Myocarditis is a rare but serious complication, characterized by severe cardiovascular symptoms, an increase in troponin and electrocardiographic abnormalities (atrioventricular or ventricular conduction disorders, bradycardia and tachyarrhythmias). Treatment with high-dose methylprednisolone should be initiated promptly in hemodynamically unstable patients, pending further confirmatory testing with echocardiography and CMR.

>  Acute coronary syndrome

The diagnosis of acute coronary syndrome (ACS) is based on the same principles as in patients without cancer, including symptoms, an early 12-lead electrocardiogram, and serial troponin measurements. Some agents, such as fluoropyrimidines, can induce coronary vasospasm and myocardial ischemia at rest several days after administration.

>  Arrhythmias

Chemotherapy, radiotherapy, oncological surgery, cancer itself (invasion), related or pre-existing electrolyte alterations, can increase the risk of arrhythmias. Atrial fibrillation is the most prevalent arrhythmia and the risk-benefit ratio of long-term anticoagulation in cancer patients is a major concern.

Anticancer therapy-induced ventricular arrhythmias are rare and are associated with QT prolongation. Immediate withdrawal of any drug that prolongs the QT interval, correction of electrolyte abnormalities, and close electrocardiographic monitoring are essential.

>  High blood pressure

High blood pressure in cancer patients can be caused by their oncological treatments, non-oncological drugs and other factors, such as stress, pain, kidney failure or metabolic disorders. Given their well-established cardioprotective effects, ACEIs or ARBs are first-line therapies in this context.

>  Radiation-induced disease of the coronary arteries, valves and pericardium

Many years after radiation therapy, damage to the coronary arteries, heart valves, and pericardium can be detected, especially if the cardiac chambers are in the field of therapy. Dose modulation and appropriate chest protection should be used.

>  Cardiac masses and infiltration

Both CMR and CT can help differentiate between a tumor and a thrombus in the cardiac chambers. Thanks to its ability to identify metabolic activity, positron emission tomography (PET) can help recognize primary and secondary tumors

In the first year after treatment, a CVD risk assessment should be performed to establish a long-term follow-up plan.

A long-term survivor surveillance strategy is required to identify those at high risk of developing late effects, particularly patients who have received high doses of doxorubicin and prior radiation.

Cardiac rehabilitation for those with functional impairment is also important.

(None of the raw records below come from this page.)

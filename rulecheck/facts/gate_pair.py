"""Of positions with several gates: whether one command serves them all, and whether it may.

matrix leg: three four-quadrant switches to one output, one of them on      two commands each
battery disconnect: one four-quadrant switch, on or off                      one command
"""

from rulecheck.facts.facts import Value
from rulecheck.facts.inputs import Inputs
from rulecheck.stage import DrivenBy, Position
from rulecheck.values import QuadrantSet, Unknown

_ALL = 4
_TRACED = frozenset(
    {DrivenBy.DRIVER, DrivenBy.SOURCE, DrivenBy.ISOLATOR, DrivenBy.CONTROLLER}
    | {DrivenBy.TRANSFORMER, DrivenBy.CONSTANT}
)


def command_count(inputs: Inputs, position: Position) -> Value:
    """How many separate outputs command the position's gates; unknown where one is not traced."""
    found = set()
    for gate in inputs.gates_of_position.get(position.name, ()):
        drive = inputs.stage.gate_drives[gate]
        if drive.output.by not in _TRACED:
            settle = f"the drive of gate {drive.gate} in the netlist"
            return Unknown(f"commands of {position.name}", settle)
        found.add((drive.output.part, drive.output.role))
    return float(len(found))


def takes_turns(inputs: Inputs, position: Position) -> bool | Unknown:
    """Another four-quadrant switch at one of its nets is on only while this one is off."""
    group = inputs.group_of_position.get(position.name)
    if group is None:
        return False
    if not group.analysed:
        return Unknown(f"the states of {position.name}", "what keeps its group from being analysed")
    ends = {position.start, position.end}
    others = [
        other
        for name in group.positions
        if name != position.name
        for other in (inputs.position_by_name[name],)
        if other.gated and ends & {other.start, other.end} and _four_quadrant(inputs, name)
    ]
    return any(
        not any({position.name, other.name} <= set(state.on) for state in group.states)
        for other in others
    )


def _four_quadrant(inputs: Inputs, name: str) -> bool:
    quadrants = inputs.demands.positions[name].quadrants
    return isinstance(quadrants, QuadrantSet) and len(quadrants.numerals) == _ALL
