"""Facts of the loop through a leg and its nearest capacitor: is there one, and how far it rings.

overshoot = L di / dt, with the largest current of the leg within its edge time
"""

from collections.abc import Iterable

from rulecheck.demand import Leg
from rulecheck.facts.facts import Value
from rulecheck.facts.inputs import Inputs
from rulecheck.facts.terms import number, yes_no
from rulecheck.parts import Kind
from rulecheck.stage import Role
from rulecheck.values import Dimension, Unknown

LOOP_TERMS = (
    yes_no("decoupled", "Capacitors join its rails."),
    yes_no("stray-stated", "The sheet states the stray inductance of its loop."),
    number("stray-inductance", Dimension.INDUCTANCE, "The stray inductance of its loop."),
    number("overshoot", Dimension.VOLTAGE, "Stray inductance times the current's steepest slope."),
)
_NO_DECOUPLING = frozenset({Role.ISOLATION, Role.GATE_DRIVE, Role.BOOTSTRAP, Role.SENSE})


def loop_values(inputs: Inputs, leg: Leg) -> dict[str, Value]:
    own = inputs.stage.leg_switching.get(leg.midpoint)
    common = inputs.stage.switching
    henry = (own.stray_inductance if own else None) or common.stray_inductance
    edge = (own.edge if own else None) or common.edge
    where = "switching: {stray-inductance: ...}"
    stray: Value = henry or Unknown(f"stray inductance of leg {leg.name}", where)
    rise: Value = edge or Unknown(f"edge time of leg {leg.name}", "switching: {edge: ...}")
    current = _largest_current(inputs, (*leg.high, *leg.low, *leg.others))
    overshoot: Value = next((v for v in (stray, rise, current) if isinstance(v, Unknown)), stray)
    if isinstance(stray, float) and isinstance(rise, float) and isinstance(current, float):
        overshoot = stray * current / rise
    return {
        "decoupled": _joined(inputs, leg.rails),
        "stray-stated": henry is not None,
        "stray-inductance": stray,
        "overshoot": overshoot,
    }


def _largest_current(inputs: Inputs, names: Iterable[str]) -> Value:
    largest = 0.0
    for name in names:
        span = inputs.demands.positions[name].on_current
        if isinstance(span, Unknown):
            return span
        largest = max(largest, span.magnitude)
    return largest


def _joined(inputs: Inputs, rails: tuple[str, ...]) -> bool:
    """Whether capacitors lead from rail to rail; those of isolation and signals do not count."""
    links = [(bank.start, bank.end) for bank in inputs.demands.banks.banks]
    for part in inputs.stage.parts.parts:
        role = inputs.stage.roles.get(part.name)
        if part.kind is Kind.CAPACITOR and len(part.nets) == 2 and role not in _NO_DECOUPLING:
            links.append((inputs.merged(part.nets[0]), inputs.merged(part.nets[1])))
    reached, goal = {rails[0]}, rails[-1]
    while goal not in reached:
        more = {net for pair in links if set(pair) & reached for net in pair} - reached
        if not more:
            return False
        reached |= more
    return True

Cardio-oncology has become a new subspecialty over the last decade, with the expansion of several comprehensive and multidisciplinary units. The value provided by cardio-oncologists includes the development of personalized management strategies for patients with cancer despite the limited, although growing, evidence base.

Continued interest from oncologists and cardiologists is required to establish new services and for current ones to be developed further. To improve cardiovascular and cancer outcomes, GPs and general practitioners must be aware of the wide range of potential drawbacks. Ultimately, if all hospitals have local cardio-oncology references, this will be a great step forward in the treatment of CT.